>>>> "Bill" == Bill Tutt
<billtut(a)microsoft.com> writes:
Bill> Why do you want more than one internal representation?
I proposed swapping the internal representation of Lisp characters
with Lisp integers so that characters could have 2^31 bits (limiting
integers to 2~30 bits), and was shot down because people were editing
files bigger than 2^29 characters and needed the extra bit in the Lisp
integer (it's signed) to represent the size of such files on 32-bit
machines.
Obviously, a 1-byte representation for binary files and ISO-8859
character sets (among others) makes sense in that world. Saving >2^29
bytes by doing "(convert-representation (current-buffer) 'unibyte)"
seems like a concept to me.
Bill> My personal opinion is that you pick one internal
Bill> representation and stick with it. It would definately make
Bill> life simpler.
Well, we're kinda committed to multiple representations, at least over
time: we currently have code to handle variable width representation,
but many developers believe this to be responsible for massive
slowness in Mule (Ben disagrees, which suggests maybe not---on the
other hand, a fixed-width representation would make it possible for
journeyman programmers to maintain efficient algorithms. ;-)
Bill> They're in plane-14 which certainly is encodeable by UTF-16.
No. I'm talking about Mule-leading-byte-like tags which allow you to
extract a character's charset or language without context, not a modal
encoding.
> Unlike Henry Ford, we do not plan to allow people to use any
> character set they like "as long as it's black."
Bill> I'm not sure what the point of this is. The way the encoding
Bill> the source code is stored under doesn't mean that it doesn't
Bill> make some sense to only use one internal encoding. I'm just
Bill> saying that I think UTF-16 seems to make some sense as a
Bill> candidate.
Not if one of the "character sets" you want to use (as many Japanese
apparently do) is "konjaku-mojikyo" which already has about 70,000
code points assigned, with new ones coming in at a fantastic rate.
This is not a standard character set, of course, and should be
unified---except that its users don't believe in unification, that's
why the set was created in the first place.
We can humor these users fairly easily without sacrificing standard
functionality (with a UTF-8 or UCS-4 internal representation); why not
do so? It has "hack appeal." But UTF-16 doesn't cut it.
Bill> If you're referring to the Japanese Mule developers
Bill> disliking having to deal with a UTF-16 internal
Bill> representation then you kind of have a problem.
Precisely. There are others of us who think that UTF-16 is an ugly
kludge, but the Japanese have a visceral dislike for it.

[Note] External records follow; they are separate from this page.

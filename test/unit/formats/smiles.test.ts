/** SMILES by value: hydrogens, charges, aromatic forms, configuration, and what is wrong with a bad one (OpenSMILES 1.0). */
import { describe, expect, it } from 'vitest';
import {
  bondBetween,
  IMPLICIT_HYDROGEN,
  LONE_PAIR,
  type Molecule,
} from '../../../core/chemistry/molecule.ts';
import { hillFormula } from '../../../core/chemistry/formula.ts';
import { examine } from '../../../core/examine.ts';
import { parseSmiles, SmilesError } from '../../../core/formats/smiles.ts';

const read = (text: string): Molecule => parseSmiles(text).molecule;
const hydrogens = (text: string): number[] => [...read(text).hydrogens];

/** "atom letter" for every unit with a letter that settles something, 1-based. */
function letters(text: string): string {
  return examine(read(text))
    .units.filter(({ unit, descriptor }) => descriptor !== null && unit.labile === null)
    .map(({ unit, descriptor }) => `${unit.atoms.map(atom => atom + 1).join('-')}${descriptor}`)
    .join(' ');
}

/** Sum of bond orders and hydrogens at an atom. */
function valenceOf(molecule: Molecule, atom: number): number {
  let sum = molecule.hydrogens[atom]!;
  for (let b = 0; b < molecule.bondCount; b++) {
    if (molecule.bondAtoms[2 * b] === atom || molecule.bondAtoms[2 * b + 1] === atom)
      sum += molecule.bondOrders[b]!;
  }
  return sum;
}

describe('hydrogens that a SMILES leaves out (OpenSMILES 1.0, Hydrogens)', () => {
  it.each([
    ['C', [4]],
    ['N', [3]],
    ['O', [2]],
    ['P', [3]],
    ['S', [2]],
    ['F', [1]],
    ['Cl', [1]],
    ['Br', [1]],
    ['I', [1]],
    ['B', [3]],
    ['C=C', [2, 2]],
    ['C#N', [1, 0]],
    ['C#C', [1, 1]],
    ['N(=O)=O', [1, 0, 0]],
    ['CP(C)(C)(C)C', [3, 0, 3, 3, 3, 3]],
    ['CP(C)(C)C', [3, 1, 3, 3, 3]],
    ['CS(C)C', [3, 1, 3, 3]],
    ['CS(=O)(=O)C', [3, 0, 0, 0, 3]],
    ['[C]', [0]],
    ['[CH3]', [3]],
    ['[H]', [0]],
    ['[2H]', [0]],
    ['*', [0]],
    ['[NH4+]', [4]],
    ['[OH-]', [1]],
    ['[Na+].[Cl-]', [0, 0]],
  ] as const)('%s', (text, expected) => {
    expect(hydrogens(text)).toEqual(expected);
  });
});

describe('bracket atoms', () => {
  it.each([
    ['[13CH4]', { element: 6, isotope: 13, charge: 0, hydrogens: 4 }],
    ['[2H]', { element: 1, isotope: 2, charge: 0, hydrogens: 0 }],
    ['[Fe+3]', { element: 26, isotope: 0, charge: 3, hydrogens: 0 }],
    ['[Fe+++]', { element: 26, isotope: 0, charge: 3, hydrogens: 0 }],
    ['[Fe++]', { element: 26, isotope: 0, charge: 2, hydrogens: 0 }],
    ['[O--]', { element: 8, isotope: 0, charge: -2, hydrogens: 0 }],
    ['[S-2]', { element: 16, isotope: 0, charge: -2, hydrogens: 0 }],
    ['[OH3+]', { element: 8, isotope: 0, charge: 1, hydrogens: 3 }],
    ['[35Cl-]', { element: 17, isotope: 35, charge: -1, hydrogens: 0 }],
    ['[238U]', { element: 92, isotope: 238, charge: 0, hydrogens: 0 }],
    ['[SeH2:7]', { element: 34, isotope: 0, charge: 0, hydrogens: 2 }],
    ['[*+]', { element: 0, isotope: 0, charge: 1, hydrogens: 0 }],
  ] as const)('%s', (text, expected) => {
    const m = read(text);
    expect({
      element: m.elements[0],
      isotope: m.isotopes[0],
      charge: m.charges[0],
      hydrogens: m.hydrogens[0],
    }).toEqual(expected);
  });
});

describe('aromatic forms are resolved to a Kekulé structure', () => {
  // Name, aromatic SMILES, Hill formula; formulas are those of the named compounds.
  it.each([
    ['benzene', 'c1ccccc1', 'C6H6'],
    ['pyridine', 'n1ccccc1', 'C5H5N'],
    ['pyrrole', '[nH]1cccc1', 'C4H5N'],
    ['N-methylpyrrole', 'Cn1cccc1', 'C5H7N'],
    ['imidazole', 'c1c[nH]cn1', 'C3H4N2'],
    ['pyrazole', 'c1cn[nH]c1', 'C3H4N2'],
    ['tetrazole', 'c1nnn[nH]1', 'CH2N4'],
    ['purine', 'c1c2c(nc[nH]2)ncn1', 'C5H4N4'],
    ['caffeine', 'Cn1cnc2c1c(=O)n(C)c(=O)n2C', 'C8H10N4O2'],
    ['furan', 'o1cccc1', 'C4H4O'],
    ['thiophene', 's1cccc1', 'C4H4S'],
    ['selenophene', '[se]1cccc1', 'C4H4Se'],
    ['phosphole', '[pH]1cccc1', 'C4H5P'],
    ['phosphinine', 'p1ccccc1', 'C5H5P'],
    ['indole', 'c1ccc2[nH]ccc2c1', 'C8H7N'],
    ['isoindole anion', 'c1ccc2c[n-]cc2c1', 'C8H6N-'],
    ['azulene', 'c1ccc2cccc2cc1', 'C10H8'],
    ['naphthalene', 'c1ccc2ccccc2c1', 'C10H8'],
    ['anthracene', 'c1ccc2cc3ccccc3cc2c1', 'C14H10'],
    ['pyrene', 'c1cc2ccc3cccc4ccc(c1)c2c34', 'C16H10'],
    ['tropone', 'O=c1cccccc1', 'C7H6O'],
    ['tropylium', 'c1ccc[cH+]cc1', 'C7H7+'],
    ['cyclopentadienide', '[cH-]1cccc1', 'C5H5-'],
    ['4-pyridone', 'O=c1cc[nH]cc1', 'C5H5NO'],
    ['pyridine N-oxide, charged', '[O-][n+]1ccccc1', 'C5H5NO'],
    ['pyridine N-oxide, doubly bonded', 'O=n1ccccc1', 'C5H5NO'],
    ['N-methylpyridinium', 'C[n+]1ccccc1', 'C6H8N+'],
    ['thiophene S-oxide', 'O=s1cccc1', 'C4H4OS'],
    ['pyrylium', '[o+]1ccccc1', 'C5H5O+'],
    ['biphenyl', 'c1ccccc1c1ccccc1', 'C12H10'],
    ['biphenyl, single bond written', 'c1ccccc1-c1ccccc1', 'C12H10'],
    ['fluorene', 'c1ccc2c(c1)Cc1ccccc12', 'C13H10'],
    ['carbazole', 'c1ccc2c(c1)[nH]c1ccccc12', 'C12H9N'],
    ['borabenzene anion', '[bH-]1ccccc1', 'C5H6B-'],
    ['coronene', 'c1cc2ccc3ccc4ccc5ccc6ccc1c1c2c3c4c5c61', 'C24H12'],
    ['benzodifuran', 'c1cc2occc2c2ccoc12', 'C10H6O2'],
    ['quinoline N-oxide', '[O-][n+]1cccc2ccccc12', 'C9H7NO'],
  ])('%s', (_, text, formula) => {
    const { molecule, warnings } = parseSmiles(text);
    expect(hillFormula(molecule)).toBe(formula);
    expect(warnings).toEqual([]);
    for (let i = 0; i < molecule.atomCount; i++) {
      if (molecule.elements[i] === 6) expect(valenceOf(molecule, i)).toBe(molecule.charges[i] === 0 ? 4 : 3);
      else if (molecule.elements[i] === 8) expect(valenceOf(molecule, i)).toBe(2 + molecule.charges[i]!);
    }
    for (const order of molecule.bondOrders) expect([1, 2, 3]).toContain(order);
  });

  it('a bond that only joins two aromatic rings is single, written or not', () => {
    for (const text of ['c1ccccc1c1ccccc1', 'c1ccccc1-c1ccccc1']) {
      const m = read(text);
      expect(m.bondOrders[bondBetween(m, 5, 6)]).toBe(1);
    }
  });

  it('no Kekulé structure: the atom and its column are named', () => {
    expect(() => read('c1cccn1')).toThrow(/column \d: no Kekulé structure.*\[nH\]/u);
    expect(() => read('c1cccc1')).toThrow(SmilesError);
  });
});

describe('bonds and rings', () => {
  it('ring closures with one digit, %nn and %(nnn), reused and ordered', () => {
    expect(hillFormula(read('C1CCCCC1'))).toBe('C6H12');
    expect(hillFormula(read('C%12CCCCC%12'))).toBe('C6H12');
    expect(hillFormula(read('C%(123)CCCCC%(123)'))).toBe('C6H12');
    expect(hillFormula(read('C1CC1C1CC1'))).toBe('C6H10');
    expect(hillFormula(read('C0CC0'))).toBe('C3H6');
    expect(hillFormula(read('C12CC1C2'))).toBe('C4H6');
  });

  it('the order of a ring bond may stand at either end or both', () => {
    for (const text of ['C=1CCCCC1', 'C1CCCCC=1', 'C=1CCCCC=1']) {
      const m = read(text);
      expect(m.bondOrders[bondBetween(m, 0, 5)]).toBe(2);
    }
    expect(() => read('C=1CCCCC#1')).toThrow(/different bonds/u);
  });

  it('quadruple, aromatic and dotted bonds', () => {
    const m = read('[Re]$[Re]');
    expect(m.bondOrders[0]).toBe(4);
    expect(hillFormula(read('c:1:c:c:c:c:c1'))).toBe('C6H6');
    expect(read('CC.O').bondCount).toBe(1);
    expect(read('C1.C1').bondCount).toBe(1);
  });

  it('closures across a dot join two parts (OpenSMILES 1.0, Disconnected structures)', () => {
    expect(hillFormula(read('C1.O2.C12'))).toBe('C2H6O');
  });
});

describe('configuration', () => {
  it('keeps the ligands in the order of the notation', () => {
    expect(read('N[C@@H](C)C(=O)O').stated).toEqual([
      { kind: 'centre', atom: 1, ligands: [0, IMPLICIT_HYDROGEN, 2, 3], turn: 'clockwise' },
    ]);
    expect(read('[C@H](N)(C)O').stated).toEqual([
      { kind: 'centre', atom: 0, ligands: [IMPLICIT_HYDROGEN, 1, 2, 3], turn: 'anticlockwise' },
    ]);
    expect(read('C[S@](=O)CC').stated).toEqual([
      { kind: 'centre', atom: 1, ligands: [0, LONE_PAIR, 2, 3], turn: 'anticlockwise' },
    ]);
    // A closure stands where its digit stands: first 1 (the last atom), then 2 (the fifth).
    expect(read('[C@]12(F)C(O)C2CC1').stated).toEqual([
      { kind: 'centre', atom: 0, ligands: [6, 4, 1, 2], turn: 'anticlockwise' },
    ]);
  });

  // The same compound written from many sides; the first of each row carries the descriptor of its name.
  it.each([
    // L-Alanine is 2S, L-cysteine 2R (P-103.1.3.1).
    [
      'S',
      [
        'N[C@@H](C)C(=O)O',
        'C[C@H](N)C(=O)O',
        'OC(=O)[C@@H](N)C',
        '[C@H](N)(C)C(O)=O',
        '[C@@](C)(N)([H])C(O)=O',
        '[H][C@](C)(C(O)=O)N',
        'N[C@TH2H](C)C(=O)O',
        '[C@H]1(N)C.C1(=O)O',
        'C[C@@]([H])(C(O)=O)N',
        '[C@@H]12C.N1.C2(=O)O',
      ],
    ],
    ['R', ['N[C@@H](CS)C(=O)O', 'SC[C@H](N)C(O)=O']],
    // Seen from F, Cl Br I run anticlockwise; from the other side I Br Cl run anticlockwise: S.
    ['S', ['F[C@](Cl)(Br)I', '[C@@](F)(Cl)(I)Br', 'I[C@](Br)(Cl)F', '[C@]1(Cl)(Br)I.F1']],
  ] as const)('%s', (letter, texts) => {
    const found = texts.map(text => `${text} ${letters(text).replace(/\d+/gu, '')}`);
    expect(found).toEqual(texts.map(text => `${text} ${letter}`));
  });

  it.each([
    [
      'E',
      [
        'F/C=C/F',
        'F\\C=C\\F',
        'C(\\F)=C/F',
        'F/C=C(/F)[H]',
        'C(/F)=C\\F',
        'F/C=C1.F\\1',
        '[H]/C(F)=C(/[H])F',
        'F/C([H])=C/F',
        '[H]\\C(F)=C/F',
      ],
    ],
    ['Z', ['F/C=C\\F', 'F\\C=C/F', 'C(/F)=C/F', '[H]/C(F)=C(\\[H])F', 'F/C=C1.F/1']],
  ] as const)('double bonds: %s', (letter, texts) => {
    for (const text of texts)
      expect(`${text} ${letters(text).replace(/[\d-]+/gu, '')}`).toBe(`${text} ${letter}`);
  });

  it('a directed ring bond counts from the atom it is written at', () => {
    expect(letters('C/1=C/CCCCCC1').replace(/[\d-]+/gu, '')).toBe(
      letters('C1=C/CCCCCC\\1').replace(/[\d-]+/gu, ''),
    );
  });

  it('allenes and longer rows (OpenSMILES 1.0, Allene-like systems)', () => {
    const one = letters('OC(Cl)=[C@]=C(C)F');
    expect(one).toMatch(/^2-5[MP]$/u);
    const other = letters('OC(Cl)=[C@@]=C(C)F');
    expect(other).toMatch(/^2-5[MP]$/u);
    expect(other).not.toBe(one);
    expect(letters('OC(Cl)=[C@AL1]=C(C)F')).toBe(one);
    expect(letters('ClC(O)=[C@@]=C(C)F').slice(-1)).toBe(one.slice(-1));
    expect(letters('OC(Cl)=[C@@]=C(F)C').slice(-1)).toBe(one.slice(-1));
    expect(letters('CC(F)=[C@@]=C(Cl)O').slice(-1)).toBe(one.slice(-1));
    // Hydrogen implied at both ends: it follows the atom before it (C[CH]) or leads (=CC).
    expect(letters('CC=[C@]=CC').slice(-1)).toBe(letters('C[CH]=[C@]=[CH]C').slice(-1));
    expect(letters('CC=[C@]=CC').slice(-1)).toBe(letters('CC([H])=[C@]=C([H])C').slice(-1));
    // The same rule as for a double bond: F/C=C/F has its ligands on opposite sides.
    expect(letters('F/C(C)=C=C=C(/F)C').replace(/[\d-]+/gu, '')).toBe('E');
    expect(letters('F/C(C)=C=C=C(\\F)C').replace(/[\d-]+/gu, '')).toBe('Z');
  });

  it('contradictory directions are unspecified, with a warning', () => {
    const { molecule, warnings } = parseSmiles('F/C(\\Cl)=C/F');
    expect(molecule.stated).toEqual([]);
    expect(warnings.join()).toMatch(/column 3.*contradict/u);
  });

  it('square planar and octahedral marks are read and not judged', () => {
    const { molecule, warnings } = parseSmiles('F[Pt@SP1](Cl)(Br)I');
    expect(molecule.stated).toEqual([]);
    expect(warnings.join()).toMatch(/not judged/u);
  });
});

describe('a bad SMILES says what is wrong and in which column', () => {
  it.each([
    ['', 1, /empty/u],
    ['C1CC', 2, /ring closure 1/u],
    ['C(C', 2, /not closed/u],
    ['CC)C', 3, /closing parenthesis/u],
    ['C()C', 3, /empty branch/u],
    ['CX', 2, /"X"/u],
    ['C[Xx]', 2, /Xx/u],
    ['C[C', 2, /not closed/u],
    ['C[C@H2@]C', 2, /bracket/u],
    // One digit of hydrogens, no more: a long number must not be taken for a count.
    ['C[CH99999999]', 2, /CH99999999/u],
    ['C==C', 3, /two bonds/u],
    ['C=', 2, /nowhere/u],
    ['=C', 1, /without an atom/u],
    ['(C)C', 1, /branch/u],
    ['1CC1', 1, /ring closure/u],
    ['C11', 3, /same atom/u],
    ['C1C1', 4, /bonded already/u],
    ['C%1CC', 2, /two digits/u],
    ['CC.=C', 4, /without an atom|nowhere/u],
    ['C=.C', 2, /nowhere/u],
    ['C(=)C', 3, /nowhere/u],
    ['C.(C)', 3, /branch/u],
    ['CCé', 3, /é/u],
  ] as const)('%s', (text, column, message) => {
    let caught: unknown = null;
    try {
      read(text);
    } catch (error) {
      caught = error;
    }
    expect(caught).toBeInstanceOf(SmilesError);
    expect((caught as SmilesError).message).toMatch(message);
    expect((caught as SmilesError).column).toBe(column);
  });

  it('stops at the limit of atoms', () => {
    expect(() => parseSmiles('C'.repeat(11), 10)).toThrow(/more than 10 atoms/u);
  });
});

Remember,
one of the things that Japanese who dislike Unicode dislike _most_
about Unicode is that it accepted the JIS standard as the basis for
unification! There already mutterings that "we blew it AGAIN,"
referring to JIS X 0213.[1]
Bill> Getting back to Ben's proposed Eistring interface. I don't
Bill> think I saw any functions related to helping you iterate
Bill> sequentially over characters in the internal
Bill> encoding. (whatever it is) Those would certainly be
Bill> necessary if you were to use UTF-16, or indeed for some
Bill> reason needed to change your internal encoding to take up
Bill> even more space.
Byte position adjustment is trivial:
bp += character_positions*representation.bytewidth;
as long as we don't work with surrogates.

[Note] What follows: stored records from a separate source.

/** Mutated files: a reader may refuse an entry, never throw for it, never hang, and never give a molecule that contradicts itself. */
import fc from 'fast-check';
import { describe, expect, it } from 'vitest';
import { examine } from '../../../core/examine.ts';
import { DEFAULT_LIMITS, type Entry, type Format } from '../../../core/formats/format.ts';
import { LimitError } from '../../../core/formats/lines.ts';
import { detectFormat } from '../../../core/formats/registry.ts';
import { sdfFormat } from '../../../core/formats/sdf.ts';
import { smilesFormat } from '../../../core/formats/smiles.ts';
import { seeded } from '../../molecules.ts';
import { CHIRAL, sdf, v2000, v3000 } from './molfiles.ts';
import { bytesOf, chunksOf } from './streams.ts';

/** Time given to each property, ms: a bound on the run, not an expectation. */
const TIME = 6000;

const LIMITS = { ...DEFAULT_LIMITS, atoms: 5000, entryBytes: 1_000_000, lineLength: 100_000 };

const SEEDS: readonly Uint8Array[] = [
  bytesOf(
    sdf([
      v2000('one', CHIRAL.atoms, CHIRAL.bonds, [
        'M  CHG  1   1   1',
        'M  ISO  1   2   2',
        'M  RAD  1   3   2',
      ]),
      [...v3000('two', CHIRAL.atoms, CHIRAL.bonds, ['MDLV30/STERAC1 ATOMS=(1 1)']), '> <ID>', 'x', ''],
    ]),
  ),
];

const SMILES_SEEDS: readonly Uint8Array[] = [
  'N[C@@H](Cc1c[nH]c2ccccc12)C(=O)O name |&1:1|\n',
  'F/C=C/C=C(/Cl)[2H]\tx\nCC(F)=[C@]=C(Cl)O |w:2,a:1,^1:0|\n',
  'C1CC2CC%11CC1(C2)[N+](C)(C)%11 q\n[O-][n+]1ccccc1.[Na+]\n',
].map(bytesOf);

/** Fragments that formats give a meaning to. */
const PIECES = [
  '$$$$',
  'M  END',
  'M  V30 ',
  'M  CHG',
  'V3000',
  '999',
  '-1',
  'NaN',
  '1e400',
  '\r',
  '\n',
  '\0',
  '(((',
  '[',
  ']',
  '%(99999)',
  '@@',
  '/',
  '|',
  '&1:',
  'é',
  ' '.repeat(40),
  '9'.repeat(40),
].map(bytesOf);

function mutated(source: Uint8Array, random: () => number, changes: number): Uint8Array {
  let bytes = [...source];
  for (let c = 0; c < changes; c++) {
    const at = Math.floor(random() * (bytes.length + 1));
    const choice = random();
    if (choice < 0.35) bytes[Math.min(at, bytes.length - 1)] = Math.floor(random() * 256);
    else if (choice < 0.5) bytes.splice(at, 1 + Math.floor(random() * 20));
    else if (choice < 0.8) bytes.splice(at, 0, ...PIECES[Math.floor(random() * PIECES.length)]!);
    else if (choice < 0.9) bytes = bytes.slice(0, at);
    else bytes.splice(at, 0, ...bytes.slice(at, at + Math.floor(random() * 60)));
    if (bytes.length === 0) bytes = [0x43];
  }
  return Uint8Array.from(bytes);
}

async function read(format: Format, bytes: Uint8Array, chunk: number): Promise<Entry[]> {
  const sizes = Array.from({ length: Math.ceil(bytes.length / chunk) }, () => chunk);
  const list: Entry[] = [];
  try {
    for await (const raw of format.split(chunksOf(bytes, sizes), LIMITS))
      list.push(...format.parse(raw, LIMITS));
  } catch (error) {
    if (!(error instanceof LimitError)) throw error;
  }
  return list;
}

function consistent(entry: Entry): void {
  expect((entry.molecule === null) === (entry.error !== null)).toBe(true);
  if (entry.error !== null) {
    expect(entry.error.code).toMatch(/^[a-z][a-z-]+$/u);
    expect(entry.error.message.length).toBeGreaterThan(5);
    if (entry.error.line !== null) expect(entry.error.line).toBeGreaterThanOrEqual(entry.line);
  }
  const { molecule } = entry;
  if (molecule === null) return;
  for (const atom of molecule.bondAtoms) expect(atom).toBeLessThan(molecule.atomCount);
  for (const order of molecule.bondOrders) expect(order).toBeLessThanOrEqual(4);
  if (molecule.coordinates) for (const r of molecule.coordinates) expect(Number.isFinite(r)).toBe(true);
  for (const stereo of molecule.stated) {
    const named =
      stereo.kind === 'double-bond' ? [...stereo.ends, ...stereo.references] : [...stereo.ligands];
    for (const atom of named) expect(atom).toBeLessThan(molecule.atomCount);
    for (const atom of named) expect(atom).toBeGreaterThanOrEqual(-2);
  }
  // Whatever was read can be examined.
  examine(molecule);
}

describe.each([
  ['SDF', sdfFormat, SEEDS],
  ['SMILES', smilesFormat, SMILES_SEEDS],
] as const)('mutated %s', (_, format, seeds) => {
  it('never throws, never hangs, and what it gives is consistent', { timeout: TIME * 10 }, async () => {
    let readable = 0;
    let refused = 0;
    await fc.assert(
      fc.asyncProperty(
        fc.nat(),
        fc.integer({ min: 1, max: 12 }),
        fc.integer({ min: 1, max: 400 }),
        async (seed, changes, chunk) => {
          const random = seeded(seed);
          const source = seeds[seed % seeds.length]!;
          const bytes = mutated(source, random, changes);
          const whole = await read(format, bytes, bytes.length);
          for (const entry of whole) {
            consistent(entry);
            if (entry.error === null) readable++;
            else refused++;
          }
          const pieces = await read(format, bytes, chunk);
          expect(pieces.map(({ line, error }) => [line, error])).toEqual(
            whole.map(({ line, error }) => [line, error]),
          );
          detectFormat(bytes, 'x');
        },
      ),
      { numRuns: 4000, interruptAfterTimeLimit: TIME },
    );
    expect(readable).toBeGreaterThan(50);
    expect(refused).toBeGreaterThan(50);
  });
});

But this is in general a hard problem; many of the instances where
iteration occurs require sophisticated understanding of the character
properties (eg, font registries -- just because you have a CJK
character -- easy to detect -- doesn't mean that your font can display
it; that can only be determined via a mapping table). Ben has
suggested a concept called "coding lstreams" which I suppose is
intended to address this among other issues.
Footnotes:
[1] Don't ask me to justify these; I'm just passing on the gossip I
hear.
--
University of Tsukuba Tennodai 1-1-1 Tsukuba 305-8573 JAPAN
Institute of Policy and Planning Sciences Tel/fax: +81 (298) 53-5091
_________________ _________________ _________________ _________________
What are those straight lines for? "XEmacs rules."